Amid much competition and study, UC was on the verge of spending an estimated $1.5 million on environmental impact reports on three finalist sites in the region, two near Fresno and one in Merced. The university had already spent an estimated $3.8 million on consultants, surveys and staff travel to the area, as armies of buttoned-down academics hiked through dusty pastures and lush farm fields that they hoped would one day be home to dormitories and libraries.

But Peltason and the regents said they could not proceed with the studies while all nine existing UC campuses face tough cutbacks in programs and staffing under recessionary budgets. “Not only are we unable to build a 10th campus . . . we are having great difficulty in sustaining the present enrollments on the existing campuses,” Peltason said.

Shortly before the vote on the proposed campus, the UC president announced that studies will soon begin on possibly merging duplicate undergraduate academic programs offered among the nine campuses and possibly eliminating some graduate and professional school programs.
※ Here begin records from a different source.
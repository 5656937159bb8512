package org.resonancegate.criteria;

import java.util.regex.Matcher;
import java.util.regex.Pattern;
import org.resonancegate.spec.Quantity;
import org.resonancegate.units.Decimal;

/** Number formatting for messages: deterministic, locale-independent, a few significant digits. */
final class Display {

    private static final Pattern NUMBER_THEN_UNIT =
            Pattern.compile("^\\s*([-+]?(?:\\d+\\.?\\d*|\\.\\d+)(?:[eE][-+]?\\d+)?)\\s*(.*?)\\s*$");

    private Display() {
    }

    /** {@code x} rounded to {@code digits} significant digits, without trailing zeros. */
    static String sig(double x, int digits) {
        return Decimal.text(x, digits);
    }

    static String sig(double x) {
        return sig(x, 4);
    }

    /**
     * A running speed (rad/s) as the rpm value a report carries. The trip rpm → rad/s → rpm
     * leaves a last-digit residue (999.9999999999999 for "1000 rpm"); twelve significant digits
     * are far finer than any speed a spec states and remove it.
     */
    static double rpmValue(double speed) {
        return twelveDigits(speed * 60 / (2 * Math.PI));
    }

    /** An angular frequency (rad/s) as the Hz value a report carries, rounded like {@link #rpmValue}. */
    static double hzValue(double omega) {
        return twelveDigits(omega / (2 * Math.PI));
    }

    private static double twelveDigits(double x) {
        return Decimal.round(x, 12);
    }

    /** A running speed (rad/s) in rpm. */
    static String rpm(double speed) {
        return sig(speed * 60 / (2 * Math.PI)) + " rpm";
    }

    /** An angular frequency (rad/s) in Hz. */
    static String hz(double omega) {
        return sig(omega / (2 * Math.PI)) + " Hz";
    }

    /** A fraction as a percentage: 0.153 → "15.3 %". */
    static String percent(double fraction) {
        return sig(fraction * 100, 3) + " %";
    }

    /**
     * "mode 3 (rocking about y 71 %, x 27 %) at 8.4 Hz"; a mode of a one-degree-of-freedom model
     * has no shares and reads "mode 1 at 5.74 Hz".
     */
    static String mode(org.resonancegate.dynamics.Mode m) {
        StringBuilder b = new StringBuilder("mode ").append(m.index());
        if (!m.shares().isEmpty()) {
            b.append(" (");
            for (int i = 0; i < m.shares().size(); i++) {
                org.resonancegate.dynamics.MotionShare s = m.shares().get(i);
                b.append(i > 0 ? ", " : "").append(s.reading()).append(' ')
                        .append(Math.round(s.fraction() * 100)).append(" %");
            }
            b.append(')');
        }
        return b.append(" at ").append(hz(m.angularFrequency())).toString();
    }

    /** " in spring 'pads'" style suffix; nothing for an empty label. */
    static String named(String prefix, String label) {
        return label.isEmpty() ? "" : prefix + label;
    }

    static String speedAndFrequency(double speed, double omega) {
        return "at " + rpm(speed) + " (" + hz(omega) + ")";
    }

    /**
     * The unit a limit was written in, recovered from its text ("4.5 mm/s" with si 0.0045 gives
     * mm/s with factor 0.001), so a value can be shown the way the user thinks of it. Falls back to
     * SI when the text cannot be read that way.
     */
    record UserUnit(double factor, String unit) {

        static UserUnit of(Quantity q, String siUnit) {
            Matcher m = NUMBER_THEN_UNIT.matcher(q.text());
            if (m.matches() && !m.group(2).isEmpty()) {
                double written = Double.parseDouble(m.group(1));
                double factor = q.si() / written;
                if (written != 0 && Double.isFinite(factor) && factor > 0) {
                    return new UserUnit(factor, m.group(2));
                }
            }
            return new UserUnit(1, siUnit);
        }

        String format(double si) {
            return sig(si / factor) + " " + unit;
        }
    }
}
That is a sharp retreat from UC’s traditional expansionism and squashes the ambitions by all campuses to offer as wide and as distinguished curricula as possible. No specific programs were mentioned Friday.

The regents insisted that they remain committed to one day building a San Joaquin Valley campus if state revenues for UC ever increase enough.

A new campus of 5,000 students would cost about $600 million to construct, with the bills split between state and private sources, said William B. Baker, UC’s vice president for budget and university relations.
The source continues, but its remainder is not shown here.